Десятый и одиннадцатый эксперименты провалились, однако не по моей вине. Зато к двенадцатому установка, кажется, была перемонтирована заново. К тому же, мне готовился какой-то новый сюрприз. Снова мне пришлось ждать в кабинетике Шрамова, наблюдая за осенним бульваром и трамваем, разворачивающимся на углу, только на этот раз профессор не давал мне соскучиться.
— Представьте себе, какие возможности открывают наши опыты! «В чужую шкуру не влезешь»! — говорит народ. Как бы не так. Влезешь! Именно что влезешь! Влюбленный может влезть в шкуру любимой, враг — в шкуру врага, которого надо только — обманом или силой — завлечь на наше кресло. Наконец, и это самое интересное, самое нужное — врач может влезть в шкуру пациента. Представьте себе, что пациент — ребенок или человек, находящийся без сознания. Или даже, допустим, психически неполноценный… А? Поистине широчайшие горизонты диагностики.

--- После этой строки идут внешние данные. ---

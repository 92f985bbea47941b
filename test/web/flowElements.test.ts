import { describe, expect, it } from 'vitest';
import { analyze, createAnalysis } from '@linewright/core';
import { FlowDeriver, conductorEdgeId } from '../../web/src/canvas/flowElements';
import { conductorLook, nodeLook } from '../../web/src/canvas/looks';
import { OverviewLayouts, overviewLayout, overviewScene, pickAt, sceneChanges, selectionInBox } from '../../web/src/canvas/overview';
import { addEquipment, connect, replaceElement } from '../../web/src/editor/commands';
import { drawTap, harness } from './harness';

// React Flow rebuilds its lookups over every edge when the edges array changes and re-renders an element
// whose object changed, so the deriver keeps every node and edge object across reports and across edits
// that move nothing; what a check decides is read by id through the looks instead.
describe('React Flow elements derived from the document', () => {
  function setup() {
    const h = harness();
    const ids = drawTap(h, { lengthFt: 8 });
    h.store.setReport(analyze(h.doc()), h.store.getState().docVersion);
    const d = new FlowDeriver();
    return { h, ids, d };
  }
  const setLength = (h: ReturnType<typeof harness>, id: string, lengthFt: number) => {
    const c = h.doc().conductors.find((x) => x.id === id)!;
    replaceElement.run(h.ctx, { target: { kind: 'conductor', id }, value: { ...c, lengthFt }, label: 'Set length' });
  };

  it('nothing changed: the same arrays', () => {
    const { h, d } = setup();
    const n1 = d.nodes(h.store.getState());
    const e1 = d.edges(h.store.getState());
    h.store.notify('a view change only');
    expect(d.nodes(h.store.getState())).toBe(n1);
    expect(d.edges(h.store.getState())).toBe(e1);
    expect(n1).toHaveLength(4);
    expect(e1).toHaveLength(3);
  });

  it('a length edit that moves no line keeps every node and edge object, and the arrays', () => {
    const { h, ids, d } = setup();
    const n1 = d.nodes(h.store.getState());
    const e1 = d.edges(h.store.getState());
    setLength(h, ids.tapId, 20);
    expect(d.nodes(h.store.getState())).toBe(n1);
    expect(d.edges(h.store.getState())).toBe(e1);
    expect(conductorLook(h.store.getState(), ids.tapId)).toMatchObject({ line: '1× 3/0 Cu · 20 ft' });
  });

  it('a new report changes no node or edge object; the edited conductor’s look carries the new verdict', () => {
    const { h, ids, d } = setup();
    setLength(h, ids.tapId, 20);
    const nodes = d.nodes(h.store.getState());
    const edges = d.edges(h.store.getState());
    const looks = h.doc().conductors.map((c) => conductorLook(h.store.getState(), c.id));
    h.store.setReport(analyze(h.doc()), h.store.getState().docVersion);
    const s = h.store.getState();
    expect(d.nodes(s)).toBe(nodes);
    expect(d.edges(s)).toBe(edges);
    // 20 ft of 3/0 Cu from 600 A into a 200 A breaker: NFPA 70-2023 240.21(B)(2), 200 A ≥ 600/3 A.
    expect(conductorLook(s, ids.tapId)).toMatchObject({ verdict: 'tap-25ft', verdictText: '25-ft tap rule', spoken: 'Conductor 1× 3/0 Cu · 20 ft, 25-ft tap rule' });
    // A look is kept while what it shows is the same, so the components of the other conductors do not re-render.
    h.doc().conductors.forEach((c, i) => {
      const look = conductorLook(s, c.id);
      if (c.id === ids.tapId || look?.verdict !== looks[i]?.verdict) return;
      expect(look).toBe(looks[i]);
    });
  });

  it('a look says "checking…" before the first check and "not checked" for a conductor a report leaves out', () => {
    const h = harness();
    const ids = drawTap(h, { lengthFt: 8 });
    expect(conductorLook(h.store.getState(), ids.tapId)).toMatchObject({ verdict: null, verdictText: 'checking…', family: 'pending' });
    const r = analyze(h.doc());
    h.store.setReport({ ...r, conductors: r.conductors.filter((c) => c.id !== ids.tapId) }, h.store.getState().docVersion);
    expect(conductorLook(h.store.getState(), ids.tapId)).toMatchObject({ verdict: null, verdictText: 'not checked', family: 'pending' });
    expect(conductorLook(h.store.getState(), 'no such conductor')).toBeNull();
  });

  it('a node’s finding flag comes from the report by id', () => {
    const { h, ids } = setup();
    const s = h.store.getState();
    const flagged = s.report!.findings.find((f) => f.subject.kind === 'node');
    const id = flagged?.subject.kind === 'node' ? flagged.subject.id : ids.m;
    const look = nodeLook(s, id)!;
    const count = s.report!.findings.filter((f) => [f.subject, ...f.related].some((r) => r.kind !== 'project' && r.id === id)).length;
    expect(look.findingCount).toBe(count);
    expect(look.worst === null).toBe(!flagged);
    expect(nodeLook(s, id)).toBe(look);
  });

  it('a selection change makes a new object of the selected edge only', () => {
    const { h, ids, d } = setup();
    const e1 = d.edges(h.store.getState());
    h.store.setSelection({ nodes: [], conductors: [ids.tapId], busLinks: [] });
    const e2 = d.edges(h.store.getState());
    for (let i = 0; i < e1.length; i++) {
      if (e1[i]!.id === conductorEdgeId(ids.tapId)) expect(e2[i]).toMatchObject({ selected: true });
      else expect(e2[i]).toBe(e1[i]);
    }
  });

  it('edges after selection changes alone equal the edges a fresh derivation gives, and an edit after them too', () => {
    const { h, ids, d } = setup();
    addEquipment.run(h.ctx, { kind: 'bus', position: { x: 300, y: 0 } });
    addEquipment.run(h.ctx, { kind: 'breaker', position: { x: 300, y: 200 } });
    const [bus, br] = h.doc().nodes.slice(-2).map((n) => n.id);
    connect.run(h.ctx, { from: bus!, to: br!, as: 'busLink' });
    const linkId = h.doc().busLinks[0]!.id;
    const conductors = h.doc().conductors.map((c) => c.id);
    const same = () => expect(d.edges(h.store.getState())).toEqual(new FlowDeriver().edges(h.store.getState()));
    same();
    for (const sel of [
      { nodes: [], conductors: [ids.tapId], busLinks: [] },
      { nodes: [ids.m], conductors: [conductors[0]!, ids.tapId], busLinks: [linkId] },
      { nodes: [], conductors: [conductors[1]!], busLinks: [] },
      { nodes: [], conductors: [], busLinks: [] },
    ]) {
      h.store.setSelection(sel);
      same();
    }
    h.store.setSelection({ nodes: [], conductors: [ids.tapId], busLinks: [linkId] });
    setLength(h, ids.tapId, 12);
    same();
    h.store.edit('Move', (doc) => void (doc.nodes.find((n) => n.id === ids.m)!.position = { x: 40, y: 400 }));
    same();
    h.store.setSelection({ nodes: [], conductors: [], busLinks: [] });
    same();
  });
});

describe('the overview far out', () => {
  it('draws each conductor in its look’s family, and a flag on every piece with a finding', () => {
    const h = harness();
    drawTap(h, { lengthFt: 40 });
    h.store.setReport(analyze(h.doc()), h.store.getState().docVersion);
    const s = h.store.getState();
    const d = new FlowDeriver();
    const scene = overviewScene(overviewLayout(d.nodes(s), d.edges(s)), s);
    const drawn = new Map<string, string>();
    for (const [family, lines] of scene.wires) for (const pts of lines) drawn.set(JSON.stringify(pts), family);
    for (const e of d.edges(s)) {
      if (e.type !== 'conductor') continue;
      const data = e.data as { conductorId: string; geometry: { points: unknown } };
      expect(drawn.get(JSON.stringify(data.geometry.points))).toBe(conductorLook(s, data.conductorId)!.family);
    }
    expect([...scene.badges.values()].flat()).toHaveLength(3);
    const flagged = new Set(s.report!.findings.filter((f) => f.subject.kind === 'node').map((f) => (f.subject as { id: string }).id));
    expect(scene.flags).toHaveLength(flagged.size);
  });

  it('after a check, only where a verdict or a flag moved is drawn again', () => {
    const h = harness();
    const ids = drawTap(h, { lengthFt: 20 });
    h.store.setReport(analyze(h.doc()), h.store.getState().docVersion);
    const d = new FlowDeriver();
    const layout = overviewLayout(d.nodes(h.store.getState()), d.edges(h.store.getState()));
    const before = overviewScene(layout, h.store.getState());
    expect(sceneChanges(before, overviewScene(layout, h.store.getState()), 10)).toEqual([]);
    // 20 ft → 40 ft of 3/0 Cu tapped from 600 A: past 240.21(B)(2)'s 25 ft, so the tap's verdict moves.
    const c = h.doc().conductors.find((x) => x.id === ids.tapId)!;
    replaceElement.run(h.ctx, { target: { kind: 'conductor', id: c.id }, value: { ...c, lengthFt: 40 }, label: 'Set length' });
    h.store.setReport(analyze(h.doc()), h.store.getState().docVersion);
    const after = overviewScene(layout, h.store.getState());
    const tap = layout.conductors.findIndex((x) => x.id === ids.tapId);
    expect(after.family[tap]).not.toBe(before.family[tap]);
    const boxes = sceneChanges(before, after, 10);
    expect(boxes.length).toBeGreaterThan(0);
    const badge = layout.conductors[tap]!.badge;
    expect(boxes.some((b) => b.x1 <= badge.x && badge.x <= b.x2 && b.y1 <= badge.y && badge.y <= b.y2)).toBe(true);
  });

  it('a click far out picks the piece under it or the nearest wire within reach; a box takes the pieces inside and their links', () => {
    const h = harness();
    const ids = drawTap(h, { lengthFt: 20 });
    // One below the other, 200 apart (drawTap leaves every piece at the origin).
    h.store.edit('Spread', (doc) => doc.nodes.forEach((n, i) => void (n.position = { x: 0, y: i * 200 })));
    const d = new FlowDeriver();
    const layout = overviewLayout(d.nodes(h.store.getState()), d.edges(h.store.getState()));
    const m = layout.nodes.find((n) => n.id === ids.m)!;
    expect(pickAt(layout, { x: m.x + m.w / 2, y: m.y + m.h / 2 }, 1)).toEqual({ kind: 'node', id: ids.m });
    const tap = layout.links.find((l) => l.id === ids.tapId)!;
    const [a, b] = [tap.points[0]!, tap.points[1]!];
    const mid = { x: (a.x + b.x) / 2 + 0.5, y: (a.y + b.y) / 2 + 0.5 };
    expect(pickAt(layout, mid, 3)).toEqual({ kind: 'conductor', id: ids.tapId });
    expect(pickAt(layout, { x: -10_000, y: -10_000 }, 50)).toBeNull();
    // A box around the whole drawing takes every piece and every link; one around a single piece takes it and what ends there.
    const all = selectionInBox(layout, { x1: -1e6, y1: -1e6, x2: 1e6, y2: 1e6 });
    expect(all.nodes).toHaveLength(h.doc().nodes.length);
    expect(all.conductors).toHaveLength(h.doc().conductors.length);
    const one = selectionInBox(layout, { x1: m.x + m.w + 1, y1: m.y + m.h + 1, x2: m.x - 1, y2: m.y - 1 });
    expect(one.nodes).toEqual([ids.m]);
    expect(one.conductors).toEqual(h.doc().conductors.filter((c) => c.from === ids.m || c.to === ids.m).map((c) => c.id));
  });

  it('a scene made from the one before equals a scene made afresh, edit after edit', () => {
    const h = harness();
    const ids = drawTap(h, { lengthFt: 20 });
    // The editor's path: one analysis session, so unchanged conductors keep their report objects.
    const session = createAnalysis(h.doc());
    h.store.setReport(session.report, h.store.getState().docVersion);
    const d = new FlowDeriver();
    const layout = overviewLayout(d.nodes(h.store.getState()), d.edges(h.store.getState()));
    let scene = overviewScene(layout, h.store.getState());
    const plain = (x: ReturnType<typeof overviewScene>) => ({ family: x.family, wires: [...x.wires].sort(), badges: [...x.badges].sort(), flags: x.flags });
    // 20 → 22 ft keeps every verdict; 22 → 40 ft passes 240.21(B)(2)'s 25 ft; 40 → 10 ft brings it back.
    for (const lengthFt of [22, 40, 10]) {
      const c = h.doc().conductors.find((x) => x.id === ids.tapId)!;
      replaceElement.run(h.ctx, { target: { kind: 'conductor', id: c.id }, value: { ...c, lengthFt }, label: 'Set length' });
      h.store.setReport(session.update(h.doc()), h.store.getState().docVersion);
      const next = overviewScene(layout, h.store.getState(), scene);
      expect(plain(next)).toEqual(plain(overviewScene(layout, h.store.getState())));
      if (lengthFt === 22) expect(next.family).toBe(scene.family);
      else expect(next.family).not.toEqual(scene.family);
      scene = next;
    }
  });

  it('a selection change keeps the layout’s geometry and the scene’s families, and equals a layout and a scene made afresh', () => {
    const h = harness();
    const ids = drawTap(h, { lengthFt: 40 });
    h.store.edit('Spread', (doc) => doc.nodes.forEach((n, i) => void (n.position = { x: 0, y: i * 200 })));
    const session = createAnalysis(h.doc());
    h.store.setReport(session.report, h.store.getState().docVersion);
    const d = new FlowDeriver();
    const layouts = new OverviewLayouts();
    const layoutNow = () => layouts.of(d.nodes(h.store.getState()), d.edges(h.store.getState()));
    const fresh = () => {
      const f = new FlowDeriver();
      return overviewLayout(f.nodes(h.store.getState()), f.edges(h.store.getState()));
    };
    const plain = (x: ReturnType<typeof overviewScene>) => ({ family: x.family, wires: [...x.wires].sort(), badges: [...x.badges].sort(), flags: x.flags, layout: x.layout });
    let layout = layoutNow();
    let scene = overviewScene(layout, h.store.getState());
    for (const sel of [
      { nodes: [ids.m], conductors: [ids.tapId], busLinks: [] },
      { nodes: [], conductors: [h.doc().conductors[0]!.id], busLinks: [] },
      { nodes: [], conductors: [], busLinks: [] },
    ]) {
      h.store.setSelection(sel);
      const next = layoutNow();
      expect(next.conductors).toBe(layout.conductors);
      expect(next).toEqual(fresh());
      expect(next.selectedBoxes).toHaveLength(sel.nodes.length);
      expect(next.selectedWires).toHaveLength(sel.conductors.length);
      const nextScene = overviewScene(next, h.store.getState(), scene);
      expect(nextScene.family).toBe(scene.family);
      expect(plain(nextScene)).toEqual(plain(overviewScene(next, h.store.getState())));
      layout = next;
      scene = nextScene;
    }
    // A move is not a selection change: the geometry is laid out again.
    h.store.edit('Move', (doc) => void (doc.nodes.find((n) => n.id === ids.m)!.position = { x: 60, y: 900 }));
    const moved = layoutNow();
    expect(moved.conductors).not.toBe(layout.conductors);
    expect(moved).toEqual(fresh());
  });
});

Тут что-то кольнуло меня. Я и раньше все время чувствовал, что в деле, которым занимаюсь, есть какие-то не удовлетворяющие меня ноты. Последние слова профессора будто отдернули завесу перед главным.

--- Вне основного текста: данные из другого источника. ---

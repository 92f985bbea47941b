import { analyze, type Conductor, type Project } from '@linewright/core';
import { addEquipment, connect, replaceElement } from '../../web/src/editor/commands';
import type { CommandContext } from '../../web/src/editor/commands/types';
import { emptyProject } from '../../web/src/editor/commands/newDrawing';
import { EditorStore } from '../../web/src/editor/store';

/** A command context without a browser: downloads are collected, there is no canvas. */
export function harness(doc: Project = emptyProject()) {
  const store = new EditorStore(doc);
  const downloads: { fileName: string; mime: string; data: Uint8Array | string }[] = [];
  const ctx: CommandContext = {
    store,
    canvas: null,
    clipboard: { fragment: null, pasteCount: 0 },
    download: (fileName, mime, data) => downloads.push({ fileName, mime, data }),
  };
  return { store, ctx, downloads, doc: () => store.getState().doc, report: () => analyze(store.getState().doc) };
}

/** Utility → 600 A breaker → splice → tap → 200 A breaker, drawn with the editor's commands. */
export function drawTap(h: ReturnType<typeof harness>, tap: Partial<Conductor>) {
  const { ctx } = h;
  for (const kind of ['utility', 'breaker', 'splice', 'breaker'] as const) addEquipment.run(ctx, { kind, position: { x: 0, y: 0 } });
  const [u, f, s, m] = h.doc().nodes.map((n) => n.id);
  const rating = (id: string, ratingA: number) => {
    const n = h.doc().nodes.find((x) => x.id === id)!;
    replaceElement.run(ctx, { target: { kind: 'node', id }, value: { ...n, ratingA }, label: 'Set rating' });
  };
  rating(f!, 600);
  rating(m!, 200);
  const wire = (from: string, to: string, patch: Partial<Conductor>) => {
    connect.run(ctx, { from, to, as: 'conductor' });
    const c = h.doc().conductors.at(-1)!;
    replaceElement.run(ctx, { target: { kind: 'conductor', id: c.id }, value: { ...c, ...patch }, label: 'Set' });
    return c.id;
  };
  wire(u!, f!, { size: '350', parallelSets: 2, lengthFt: 20 });
  wire(f!, s!, { size: '350', parallelSets: 2, lengthFt: 60 });
  const tapId = wire(s!, m!, { size: '3/0', ...tap });
  return { u: u!, f: f!, s: s!, m: m!, tapId };
}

Двенадцатый эксперимент был самым удачным. Я не знал, что стеклянный прямоугольник оранжереи за это время был перестроен, удлинен в три раза, и что теперь источник света заставит бабочку кинуться не к стеклянной стенке, а вдоль нее, на всю возможную протяженность. Опыт кончился обмороком. Меня привели в себя с помощью нашатыря. Мысли мои немножко смешались, но главное свое ощущение, по неосторожности, я выдал первой же фразой.
— Как это замечательно! — сказал я.
Я видел, как оба мои руководителя переглянулись.